[Dataset Boundary: Start]

import type { Movement, MovementVerdict, StagedBuild } from '../../arrangement/staged-build.js';
import { type Sequence, sequences } from '../../arrangement/stages-wish.js';
import { roundedDown } from '../../quantity/rounded-down.js';
import { alignTable } from '../align.js';
import { printableData } from '../printable.js';
import type { Style } from '../style.js';
import { brief, briefDigits } from './brief.js';
import { dissipationText } from './dissipation-text.js';
import { estimateCells } from './estimate-text.js';
import { formInSigns } from './form-text.js';
import { headingText } from './heading-text.js';
import { leastAndMost, leastAndMostInWords } from './least-and-most.js';
import { cautionsText, partsText } from './parts-text.js';
import { prose, section, stopped, text } from './prose.js';
import { concernsText, sourcesText } from './records-text.js';
import { setBy } from './set-by.js';
import { spanOf, stretchesOf } from './stretches.js';
import { standingText } from './standing-text.js';

/** A staged supply, for a terminal or a text file: the answer first, then what it rests on. */
export function stagesAsText(worked: StagedBuild, style: Style): string {
  const build = printableData(worked);
  return text([
    headingText(`${build.wish.name}: ${build.wish.title}`, build.modules, style),
    answer(build, style),
    guaranteedText(build, style),
    arrangementsText(build, style),
    switchOversText(build, style),
    movementsText(build, style),
    dissipationText(build, style),
    partsText(build, style),
    cautionsText(build, style),
    concernsText(build, style),
    sourcesText(build.modules, style),
  ]);
}

function answer(build: StagedBuild, style: Style): string {
  const { wish } = build;
  const found = leastAndMost(build);
  const range = `from ${brief(wish.output.from, 'voltage')} to ${brief(wish.output.to, 'voltage')}`;
  if (found === undefined)
    return standingText(build, { what: `${wish.name} gives ${range}`, tooLittle: '' }, style);
  const what = `${wish.name} gives ${range} and feeds at least ${roundedDown(found.least.current, 'current')} at each of them; ${leastAndMostInWords(found)}`;
  return standingText(build, { what, tooLittle: what }, style);
}

function guaranteedText(build: StagedBuild, style: Style): string {
  const stretches = stretchesOf(build.guaranteed, ({ rising }) => rising);
  const rows = stretches.map(({ from, to, least, most, of }) => [
    from === to ? briefDigits(from) : `${briefDigits(from)} to ${briefDigits(to)}`,
    spanOf({ least, most }),
    of.arrangement,
    setBy[of.setBy],
  ]);
  const head = ['output, V', 'at least', 'from', 'set by'];
  return section(
    build.standing.kind === 'may-be-built'
      ? 'What it is guaranteed to feed'
      : 'By these numbers alone it would feed',
    alignTable([head, ...rows], ['left', 'left', 'left', 'left']),
    style,
    'output rising; coming down it may be less',
  );
}

function arrangementsText({ arrangements }: StagedBuild, style: Style): string {
  const head = ['', '', 'no load', 'full current', 'at most'];
  const rows = arrangements.map(({ name, circuit, openVoltage, fullVoltage, current }) => [
    name,
    formInSigns(circuit.form),
    estimateCells(openVoltage, 'voltage')[0],
    estimateCells(fullVoltage, 'voltage')[0],
    roundedDown(current, 'current'),
  ]);
  const more = arrangements.flatMap(({ name, closed, setBy: by }) => [
    prose(closed.length === 0 ? 'no contact closed.' : `closed are ${closed.join(', ')}.`, `${name}: `),
    prose(stopped(`no more because of ${by}`), `${name}: `),
  ]);
  return section(
    'Arrangements',
    [...alignTable([head, ...rows], ['left', 'left', 'right', 'right', 'right']), ...more],
    style,
    '∥ side by side, + in a stack, the lowest first',
  );
}

function switchOversText({ switchOvers }: StagedBuild, style: Style): string {
  const head = ['', 'up at', 'back at', 'input jumps by, no load', 'full load'];
  const rows = switchOvers.map(({ lower, upper, up, down, swing }) => [
    `${lower} → ${upper}`,
    brief(up, 'voltage'),
    brief(down, 'voltage'),
    brief(swing.noLoad, 'voltage'),
    brief(swing.fullLoad, 'voltage'),
  ]);
  return section(
    'Switch-overs',
    rows.length === 0 ? [] : alignTable([head, ...rows], ['left', 'right', 'right', 'right', 'right']),
    style,
    'by the output voltage',
  );
}

/** What the contacts pass through while they move; the order that the builder chose decides. */
function movementsText({ switchOvers, wish }: StagedBuild, style: Style): string {
  const lines = switchOvers.flatMap((over) => [
    movementInWords(`${over.lower} → ${over.upper}`, over.goingUp, wish.sequence),
    movementInWords(`${over.upper} → ${over.lower}`, over.comingDown, wish.sequence),
  ]);
  return section(
    'While the contacts move',
    lines.map((line) => prose(line, '- ')),
    style,
    `driven ${inWords[wish.sequence]}`,
  );
}

const inWords: Readonly<Record<Sequence, string>> = {
  'any-order': 'in any order',
  'break-before-make': 'break before make',
  'make-before-break': 'make before break',
};

/** Of the other ways of driving them, those by which it would come out otherwise. */
function movementInWords(what: string, { moving, bySequence }: Movement, sequence: Sequence): string {
  const decisive = bySequence[sequence];
  const otherwise = sequences
    .filter((each) => bySequence[each].kind !== decisive.kind)
    .map((each) => inWords[each]);
  const besides =
    otherwise.length === 0
      ? ''
      : ` Driven ${otherwise.join(' or ')} it would be ${decisive.kind === 'clear' ? 'FORBIDDEN' : 'clear'}.`;
  return `${what} (${moving.join(', ')}): ${verdictInWords(decisive)}${besides}`;
}

function verdictInWords(verdict: MovementVerdict): string {
  if (verdict.kind === 'forbidden')
    return `FORBIDDEN when ${verdict.order.join(', then ')}: ${stopped(verdict.connection.sentence)}`;
  const states = verdict.states === 1 ? 'the one state' : `all ${verdict.states} states`;
  return `clear in ${states}${verdict.interrupts ? '; the feed is interrupted for a moment' : ''}.`;
}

[Dataset Boundary: End]

_Aim of the task_: Filter the entries above down to the lines that contain the word "more".

_Answer box_:
  const more = arrangements.flatMap(({ name, closed, setBy: by }) => [
    prose(stopped(`no more because of ${by}`), `${name}: `),
    [...alignTable([head, ...rows], ['left', 'left', 'right', 'right', 'right']), ...more],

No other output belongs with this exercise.